山極勝三郎の時代と異なり、現代はゲノム変異を人為的に誘導して発ガンを早め、発ガン因子のゲノムへの影響と、それ以外の効果を区別することができる。非喫煙者の肺ガンの多くは腺ガンで、EGF受容体分子の変異を持っている。そこで、発ガン遺伝子セットを人為的に誘導する実験系にPM2.5を組み合わせると、発ガンを明らかに促進することが明らかになった。
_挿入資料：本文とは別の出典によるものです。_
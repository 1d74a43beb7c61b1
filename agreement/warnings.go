package agreement

import (
	"fmt"
	"math"
	"slices"
)

// Warning is something to be said with the result, not a failure.
type Warning struct {
	Code string // fixed, for programs: "prevalence"
	Text string // for people
}

// Error returns the text.
func (w Warning) Error() string { return w.Text }

const (
	// Kappa is called misleading when one category holds at least this share
	// of the calls and AC1, which does not suffer from that, is higher by at
	// least prevalenceGap. Our own choice, no source; the paradox itself is
	// Feinstein & Cicchetti's (Journal of Clinical Epidemiology 43 (1990) 543–549).
	prevalentShare = 0.8
	prevalenceGap  = 0.1
)

// prevalent reports whether one category holds so many calls that a coefficient
// is pulled down by it: AC1 of the same calls, which is not, is higher by far.
func prevalent(c coefficient, sums []float64, value float64) bool {
	shares := c.shares(sums)
	if len(shares) < 2 || slices.Max(shares) < prevalentShare {
		return false
	}
	observed, _, _ := c.disagreements(sums)
	var S float64
	for _, p := range shares {
		S += p * p
	}
	ac1 := 1 - observed/(1-(1-S)/float64(len(shares)-1))
	return ac1-value >= prevalenceGap
}

func (s *study) warnings(a *Analysis) []Warning {
	return slices.Concat(s.prevalence(a), s.fewResamples())
}

// fewResamples warns where the confidence asks for quantiles that so few
// resamples do not have.
func (s *study) fewResamples() []Warning {
	tail := (1 - s.opt.Confidence) / 2
	if s.weights == nil || float64(s.opt.Resamples)*tail >= fewestBeyond {
		return nil
	}
	return []Warning{{"few_resamples", fmt.Sprintf(
		"%d resamples are too few for limits of kappas at %.10g %%: fewer than %d lie beyond each. Ask for %.0f or more.",
		s.opt.Resamples, 100*s.opt.Confidence, fewestBeyond, math.Ceil(fewestBeyond/tail))}}
}

func (s *study) prevalence(a *Analysis) []Warning {
	affected := a.Between.Fleiss.Prevalent || a.All != nil && a.All.Kappa.Prevalent
	for i := range a.Within {
		affected = affected || a.Within[i].Kappa.Prevalent || a.Against != nil && a.Against[i].Kappa.Prevalent
	}
	if !affected {
		return nil
	}
	beside := "the shares of parts"
	if ac1 := a.Between.AC1; ac1.Absent == nil {
		beside += fmt.Sprintf(" and AC1 (%.2f)", ac1.Value)
	}
	return []Warning{{"prevalence", fmt.Sprintf(
		"%.3g %% of all calls are of one category: kappa is pulled down by that and understates the agreement. Read it beside %s.",
		math.Floor(1000*s.commonest())/10, beside)}}
}

// commonest returns the share of all calls that the commonest category holds.
func (s *study) commonest() float64 {
	counts := make([]int, s.Categories())
	calls := 0
	for i, row := range s.rows {
		one := make([]int, s.Categories())
		calls += s.times[i] * tally(row, one)
		for k, n := range one {
			counts[k] += s.times[i] * n
		}
	}
	most := 0
	for _, n := range counts {
		most = max(most, n)
	}
	if calls == 0 {
		return 0
	}
	return float64(most) / float64(calls)
}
この実験系でPM2.5が発ガンを促進させるメカニズムを探ると、直接ゲノムに働いて変異を誘導する可能性や、ガン免疫を抑制してガンを促進する可能性はほとんどないことを確認している。

では何が起こっているのか?これを調べるために、PM2.5に暴露された肺胞上皮細胞、マクロファージの遺伝子発現を調べると、発ガン遺伝子の発現とは関わりなく、マクロファージでIL-1βを中心に炎症性サイトカインの発現が高まり、肺胞上皮が未分化型に変化していることがわかった。すなわち、マクロファージに取り込まれたPM2.5が炎症を誘導し、この炎症性サイトカインが肺胞上皮を未分化細胞へとリプログラムすることで増殖が高まりガンが促進される可能性が考えられる。
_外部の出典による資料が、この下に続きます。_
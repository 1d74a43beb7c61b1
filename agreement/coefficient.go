package agreement

import "slices"

// A coefficient is an agreement beyond chance,
//
//	1 − observed / expected disagreement,
//
// that depends on the study only through sums over the parts: of a vector
// that each part contributes. That is what resampling whole parts, leaving
// one part out and linearising by part have in common, so that one
// description of a coefficient serves all three.
type coefficient interface {
	// disagreements returns the observed and the expected disagreement.
	// ok is false when there is nothing to compare.
	disagreements(sums []float64) (observed, expected float64, ok bool)
	// gradient writes the derivative of the coefficient by each sum.
	gradient(sums, into []float64)
	// shares returns the share of each category among all calls; nil where
	// categories disagree unequally.
	shares(sums []float64) []float64
	// views returns orders of the sums in which the coefficient is the same.
	views(z contributions) [][]int
}

// evaluate returns the coefficient. It is undefined when nothing can be
// compared, or when no disagreement is to be expected since all calls are alike.
func evaluate(c coefficient, sums []float64) (float64, bool) {
	observed, expected, ok := c.disagreements(sums)
	if !ok || expected <= noDisagreement {
		return 0, false
	}
	return 1 - observed/expected, true
}

// noDisagreement is what rounding may leave of an expected disagreement of 0;
// one pair in ten million calls expects more.
const noDisagreement = 1e-13

// contributions are the vectors of a coefficient: one for each pattern, with
// the number of parts that have it.
type contributions struct {
	size    int
	vectors []float64 // pattern after pattern
	parts   []int
}

func newContributions(size int, parts []int) contributions {
	return contributions{size: size, vectors: make([]float64, size*len(parts)), parts: parts}
}

func (c contributions) of(pattern int) []float64 {
	return c.vectors[pattern*c.size : (pattern+1)*c.size : (pattern+1)*c.size]
}

// contributes reports whether the parts of a pattern bear on the coefficient
// at all: by a comparison, or by a single call that counts for chance.
func (c contributions) contributes(pattern int) bool {
	for _, v := range c.of(pattern) {
		if v != 0 {
			return true
		}
	}
	return false
}

// sums returns the sum over all parts.
func (c contributions) sums() []float64 {
	s := make([]float64, c.size)
	for i, n := range c.parts {
		for j, v := range c.of(i) {
			s[j] += float64(n) * v
		}
	}
	return s
}

// The entries of every vector begin alike: what the observed disagreement is
// a share of, and what disagreed.
const (
	compared = iota
	disagreed
)

// oneMargin is a coefficient whose chance agreement comes from one
// distribution of categories, the same for all who made the calls. Its sums
// are compared, disagreed, the weight of the calls in the distribution, and
// that of the calls in each category.
type oneMargin struct {
	categories int
	chance     chance
}

// A chance gives the disagreement to be expected from S, the sum of the
// squared shares of the categories, and n, the weight of the calls that the
// shares are taken of; with it the derivatives by S and by n.
type chance func(S, n float64) (expected, byS, byN float64)

const inOneMargin = 2 // where the weight stands; the categories follow

func (m oneMargin) size() int { return inOneMargin + 1 + m.categories }

func (m oneMargin) squares(s []float64) float64 {
	n := s[inOneMargin]
	var S float64
	for _, c := range s[inOneMargin+1:] {
		S += c * c
	}
	return S / (n * n)
}

func (m oneMargin) shares(s []float64) []float64 {
	out := slices.Clone(s[inOneMargin+1:])
	for k := range out {
		out[k] /= s[inOneMargin]
	}
	return out
}

func (m oneMargin) disagreements(s []float64) (observed, expected float64, ok bool) {
	if s[compared] <= 0 || s[inOneMargin] <= 0 {
		return 0, 0, false
	}
	expected, _, _ = m.chance(m.squares(s), s[inOneMargin])
	return s[disagreed] / s[compared], expected, true
}

func (m oneMargin) gradient(s, g []float64) {
	n, S := s[inOneMargin], m.squares(s)
	expected, byS, byN := m.chance(S, n)
	observed := s[disagreed] / s[compared]
	g[compared] = observed / (s[compared] * expected)
	g[disagreed] = -1 / (s[compared] * expected)
	f := observed / (expected * expected) // derivative by expected
	g[inOneMargin] = f * (byN - byS*2*S/n)
	for k, c := range s[inOneMargin+1:] {
		g[inOneMargin+1+k] = f * byS * 2 * c / (n * n)
	}
}

// twoMargins is a coefficient of a cross-table, each side with its own
// distribution of categories. Its sums are the compared pairs, their
// disagreement, the row margin and the column margin. weights are the
// disagreements of each pair of categories, row by row; nil when any two
// categories disagree alike.
type twoMargins struct {
	categories int
	weights    []float64
}

func (m twoMargins) size() int { return 2 + 2*m.categories }

func (m twoMargins) margins(s []float64) (rows, columns []float64) {
	return s[2 : 2+m.categories], s[2+m.categories : 2+2*m.categories]
}

func (m twoMargins) shares(s []float64) []float64 {
	if m.weights != nil {
		return nil
	}
	rows, columns := m.margins(s)
	out := make([]float64, m.categories)
	for k := range out {
		out[k] = (rows[k] + columns[k]) / (2 * s[compared])
	}
	return out
}

func (m twoMargins) disagreements(s []float64) (observed, expected float64, ok bool) {
	n := s[compared]
	if n <= 0 {
		return 0, 0, false
	}
	rows, columns := m.margins(s)
	var e float64 // times n²
	if m.weights == nil {
		e = n * n
		for k, r := range rows {
			e -= r * columns[k]
		}
	} else {
		for j, r := range rows {
			for k, c := range columns {
				e += m.weights[j*m.categories+k] * r * c
			}
		}
	}
	return s[disagreed] / n, e / (n * n), true
}

func (m twoMargins) gradient(s, g []float64) {
	n := s[compared]
	observed, expected, _ := m.disagreements(s)
	rows, columns := m.margins(s)
	f := observed / (expected * expected * n * n)
	g[disagreed] = -1 / (n * expected)
	if m.weights == nil {
		// expected = 1 − Σ r c / n²
		g[compared] = observed/(n*expected) + f*2*n*(1-expected)
		for k := range rows {
			g[2+k] = -f * columns[k]
			g[2+m.categories+k] = -f * rows[k]
		}
		return
	}
	g[compared] = observed/(n*expected) - f*2*n*expected
	for j := range rows {
		g[2+j], g[2+m.categories+j] = 0, 0
		for k := range columns {
			g[2+j] += f * m.weights[j*m.categories+k] * columns[k]
			g[2+m.categories+j] += f * m.weights[k*m.categories+j] * rows[k]
		}
	}
}
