package agreement

import "slices"

// Resampled studies are drawn by the place of a part, so that limits would hang
// on the order in which parts stand in a table. For each coefficient the parts
// are therefore put into an order that follows from what they contribute to it
// alone: whatever does not change the contributions, as another order of parts,
// of trials or of appraisers, then changes no limit.

// canonical returns the contributions with the patterns that contribute alike
// put together, in an order that is the same for every way of writing down the
// same study: of the views between which the coefficient does not tell, the one
// in which they are least.
func (c contributions) canonical(of coefficient) contributions {
	asTheyAre := make([]int, c.size)
	for i := range asTheyAre {
		asTheyAre[i] = i
	}
	few := c.arranged(asTheyAre)
	var least contributions
	for i, view := range of.views(few) {
		if other := few.arranged(view); i == 0 || other.before(least) {
			least = other
		}
	}
	return least
}

// arranged returns the contributions with the entries of each vector in the
// order given, sorted, and equal ones put together.
func (c contributions) arranged(entries []int) contributions {
	vectors := make([]float64, len(c.vectors))
	for i := range c.parts {
		to, from := vectors[i*c.size:(i+1)*c.size], c.of(i)
		for j, entry := range entries {
			to[j] = from[entry]
		}
	}
	moved := contributions{c.size, vectors, c.parts}
	order := make([]int, len(c.parts))
	for i := range order {
		order[i] = i
	}
	slices.SortFunc(order, func(i, k int) int { return slices.Compare(moved.of(i), moved.of(k)) })
	out := contributions{size: c.size, vectors: make([]float64, 0, len(vectors)), parts: make([]int, 0, len(c.parts))}
	for _, i := range order {
		if last := len(out.parts) - 1; last >= 0 && slices.Equal(out.of(last), moved.of(i)) {
			out.parts[last] += c.parts[i]
			continue
		}
		out.vectors = append(out.vectors, moved.of(i)...)
		out.parts = append(out.parts, c.parts[i])
	}
	return out
}

// before reports whether arranged contributions come before others.
func (c contributions) before(d contributions) bool {
	if v := slices.Compare(c.vectors, d.vectors); v != 0 {
		return v < 0
	}
	return slices.Compare(c.parts, d.parts) < 0
}

// orders returns the orders of K categories between which a coefficient does
// not tell. Ordered ones can be read from either end, as can two. More of them,
// without order, are ranked by what the parts contribute to each, as of returns
// it for a pattern; among those that rank alike, from either end. (In three or
// more that rank alike and are not alike all the same, renaming them may still
// move a resampled limit by as little as another seed would.)
func (c contributions) orders(K int, ordered bool, of func(vector []float64, category int) float64) [2][]int {
	var up, down []int
	for k := range K {
		up, down = append(up, k), append(down, K-1-k)
	}
	if K > 2 && !ordered {
		contributed := make([][]float64, K)
		for k := range K {
			for i, parts := range c.parts {
				if x := of(c.of(i), k); x != 0 {
					contributed[k] = append(contributed[k], slices.Repeat([]float64{x}, parts)...)
				}
			}
			slices.Sort(contributed[k])
		}
		for _, order := range [][]int{up, down} {
			slices.SortStableFunc(order, func(j, k int) int { return slices.Compare(contributed[j], contributed[k]) })
		}
	}
	return [2][]int{up, down}
}

func (m oneMargin) views(z contributions) [][]int {
	var views [][]int
	const first = inOneMargin + 1
	for _, order := range z.orders(m.categories, false, func(v []float64, k int) float64 { return v[first+k] }) {
		view := []int{compared, disagreed, inOneMargin}
		for _, k := range order {
			view = append(view, first+k)
		}
		views = append(views, view)
	}
	return views
}

// views of a cross-table: it may be turned about, too.
func (m twoMargins) views(z contributions) [][]int {
	var views [][]int
	K := m.categories
	for _, order := range z.orders(K, m.weights != nil, func(v []float64, k int) float64 { return v[2+k] + v[2+K+k] }) {
		for _, sides := range [][2]int{{2, 2 + K}, {2 + K, 2}} {
			view := []int{compared, disagreed}
			for _, side := range sides {
				for _, k := range order {
					view = append(view, side+k)
				}
			}
			views = append(views, view)
		}
	}
	return views
}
この可能性を証明するため、発ガン遺伝子を発現させたマウスにPM2.5暴露した時におこる発ガン促進実験にIL-1β抗体を加える実験を行い、マクロファージからのIL-1β活性を抑えるだけで発ガン促進を完全に抑えることができることを示している。

最後にこのシナリオをもう一度疫学的に確認している。まず、非喫煙者の肺ガンの主流である腺ガンのEGF受容体変異が、ガンとは関わりなく5万回に1回程度の確率で起こっていること、そしてこの変異がPM2.5への暴露を反映する肺胞への炭粉沈着と相関することを明らかにし、炎症により肺胞細胞が未熟化して増殖が高まることがEGF受容体変異を誘導していることを明らかにしている。

以上が結果で、疫学からゲノム解析、そして動物実験まで、読んでいて圧倒される研究だと実感する。大気汚染と肺ガンは長年の問題だが、炎症と発ガンの問題として新しく提示された。